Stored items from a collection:
=-=-=
import type { Ellipse } from '../../shared/contracts/output';

const POINTS = 96;

/**
 * Points of the contour `sigmas` standard deviations from the centre: x = c + k L u with L the Cholesky factor of the
 * covariance and u on the unit circle. Empty when the covariance is not positive definite.
 */
export function ellipsePoints(ellipse: Ellipse, sigmas: number): { x: number; y: number }[] {
  const { x, y, xx, xy, yy } = ellipse;
  const l11 = Math.sqrt(xx);
  const l21 = xy / l11;
  const l22 = Math.sqrt(yy - l21 * l21);
  if (!(l11 > 0) || !(l22 > 0)) return [];
  return Array.from({ length: POINTS }, (_, i) => {
    const angle = (2 * Math.PI * i) / POINTS;
    const [u, v] = [sigmas * Math.cos(angle), sigmas * Math.sin(angle)];
    return { x: x + l11 * u, y: y + l21 * u + l22 * v };
  });
}
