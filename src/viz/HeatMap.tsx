import type { HeatMapProps } from './types';

export function HeatMap(props: HeatMapProps) {
  return <figure data-plot={'HeatMap'} aria-label={JSON.stringify(Object.keys(props))} />;
}
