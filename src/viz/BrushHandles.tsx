import { type KeyboardEvent, type PointerEvent, useRef } from 'react';
import type { Axis } from '../../shared/contracts/output';
import { displayUnit } from '../lib/format-number';
import { type Span, shiftInside } from './axis-geometry';
import { formatPosition, roundPosition } from './format-tick';
import type { PlotRect } from './PlotAxes';
import type { Brush } from './types';

export interface BrushHandlesProps {
  brush: Brush;
  axis: Axis;
  full: Span;
  view: Span;
  rect: PlotRect;
  /** Axis position under a pointer. */
  toAxis(event: PointerEvent): number;
}

type Part = 'lo' | 'hi' | 'both';

/** Least width of what can be grabbed, in CSS pixels (WCAG 2.2, 2.5.8). */
const GRAB_PX = 24;
/** How far the handle of an edge reaches into the window, where the window has room for it. */
const INSIDE_PX = 6;
/** How far the last handle may stand out over the plot, inside its right margin. */
const MARGIN_PX = 14;

interface GrabBox {
  left: number;
  width: number;
}

/** What is grabbed for a window drawn from x0 to x1: each part wide enough, none over another. */
export function grabBoxes(x0: number, x1: number, rect: PlotRect): Record<Part, GrabBox> {
  const width = Math.max(GRAB_PX, x1 - x0);
  const left = (x0 + x1 - width) / 2;
  const inside = Math.min(INSIDE_PX, (width - GRAB_PX) / 2);
  const hi = Math.min(left + width - inside, rect.left + rect.width + MARGIN_PX - GRAB_PX);
  const both = Math.min(left + inside, hi - GRAB_PX);
  return {
    lo: { left: both - GRAB_PX, width: GRAB_PX },
    both: { left: both, width: hi - both },
    hi: { left: hi, width: GRAB_PX },
  };
}

const KEY_BINS: Record<string, number> = {
  ArrowLeft: -1,
  ArrowDown: -1,
  ArrowRight: 1,
  ArrowUp: 1,
  PageDown: -10,
  PageUp: 10,
  Home: -Infinity,
  End: Infinity,
};

/** The window with one part moved: the edges never cross, the whole keeps its width, nothing leaves the axis. */
export function moveWindow(window: Span, part: Part, by: number, full: Span, least: number): Span {
  if (part === 'both') return shiftInside(window, by, full);
  if (part === 'lo') return [Math.min(window[1] - least, Math.max(full[0], window[0] + by)), window[1]];
  return [window[0], Math.max(window[0] + least, Math.min(full[1], window[1] + by))];
}

/** Two edges and the span between them, each a slider: drag, or arrow keys by one bin (Shift or Page keys by ten), Home and End
 * as far as it goes. */
export function BrushHandles({ brush, axis, full, view, rect, toAxis }: BrushHandlesProps) {
  const grabbed = useRef<{ at: number; window: Span } | null>(null);
  const name = brush.label ?? 'window';
  const bin = Math.abs(axis.step || 1);
  const window: Span = [brush.lo, brush.hi];
  const left = (at: number): number =>
    rect.left + ((Math.min(view[1], Math.max(view[0], at)) - view[0]) / (view[1] - view[0])) * rect.width;
  const digit = bin / 10;
  const say = (at: number): string => `${formatPosition(at, digit)} ${displayUnit(axis.unit)}`;
  const set = (next: Span): void => {
    if (next[0] !== brush.lo || next[1] !== brush.hi) brush.onChange(next[0], next[1]);
  };
  const letGo = (): void => {
    grabbed.current = null;
  };
  const gestures = (part: Part) => ({
    onPointerDown: (event: PointerEvent) => {
      if (event.button !== 0) return;
      event.stopPropagation();
      event.currentTarget.setPointerCapture(event.pointerId);
      grabbed.current = { at: toAxis(event), window };
    },
    onPointerMove: (event: PointerEvent) => {
      const from = grabbed.current;
      if (from !== null) set(moveWindow(from.window, part, toAxis(event) - from.at, full, bin));
    },
    onPointerUp: letGo,
    onPointerCancel: letGo,
    onLostPointerCapture: letGo,
    onDoubleClick: (event: { stopPropagation(): void }) => event.stopPropagation(),
    onKeyDown: (event: KeyboardEvent) => {
      const bins = KEY_BINS[event.key];
      if (bins === undefined) return;
      event.preventDefault();
      event.stopPropagation();
      set(moveWindow(window, part, bins * bin * (event.shiftKey ? 10 : 1), full, bin));
    },
  });
  const slider = (part: Part, label: string, at: number, text: string) => ({
    role: 'slider',
    tabIndex: 0,
    'aria-label': `${name}, ${label}`,
    'aria-valuemin': roundPosition(full[0], digit),
    'aria-valuemax': roundPosition(full[1], digit),
    'aria-valuenow': roundPosition(at, digit),
    'aria-valuetext': text,
    'data-brush': part,
    ...gestures(part),
  });
  const boxes = grabBoxes(left(brush.lo), left(brush.hi), rect);
  const box = { top: rect.top, height: rect.height };
  const whole = `${say(brush.lo)} to ${say(brush.hi)}`;
  return (
    <>
      <div
        {...slider('both', 'centre', (brush.lo + brush.hi) / 2, whole)}
        className="absolute cursor-grab touch-none active:cursor-grabbing"
        style={{ ...box, ...boxes.both }}
      />
      {(['lo', 'hi'] as const).map((part) => {
        const at = brush[part];
        // An edge outside the zoomed view has nothing to grab.
        if (at < view[0] || at > view[1]) return null;
        return (
          <div
            key={part}
            {...slider(part, part === 'lo' ? 'start' : 'end', at, say(at))}
            className="absolute cursor-ew-resize touch-none"
            style={{ ...box, ...boxes[part] }}
          />
        );
      })}
    </>
  );
}
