/**
 * Long loops of the page in short tasks: a click or a key waits for one step at most. All loops share one queue, or ten
 * maps at once would add their steps up to one long task.
 */
const BUDGET_MS = 12;

interface Job {
  steps: Iterator<void>;
  onDone(): void;
}

const queue: Job[] = [];
let isPlanned = false;

function plan(): void {
  if (isPlanned || queue.length === 0) return;
  isPlanned = true;
  setTimeout(work, 0);
}

function work(): void {
  isPlanned = false;
  const until = performance.now() + BUDGET_MS;
  try {
    for (let job = queue[0]; job !== undefined && performance.now() < until; job = queue[0]) step(job);
  } finally {
    plan();
  }
}

function step(job: Job): void {
  // One that throws is off the queue as well, or it would hold up all others.
  let isOver = true;
  try {
    isOver = job.steps.next().done === true;
  } finally {
    if (isOver) remove(job);
  }
  if (isOver) job.onDone();
}

function remove(job: Job): void {
  const place = queue.indexOf(job);
  if (place >= 0) queue.splice(place, 1);
}

/** Runs the steps to their end, a few in each task. The answer takes them off the queue. */
export function runInSteps(steps: Iterator<void>, onDone: () => void): () => void {
  const job = { steps, onDone };
  queue.push(job);
  plan();
  return () => remove(job);
}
=-=-=
▶ [WORK INSTRUCTIONS]: A complete answer reproduces every line of the records in which the word "gestures" occurs.

▶ [SOLVED PROBLEM]:
  const gestures = (part: Part) => ({
    ...gestures(part),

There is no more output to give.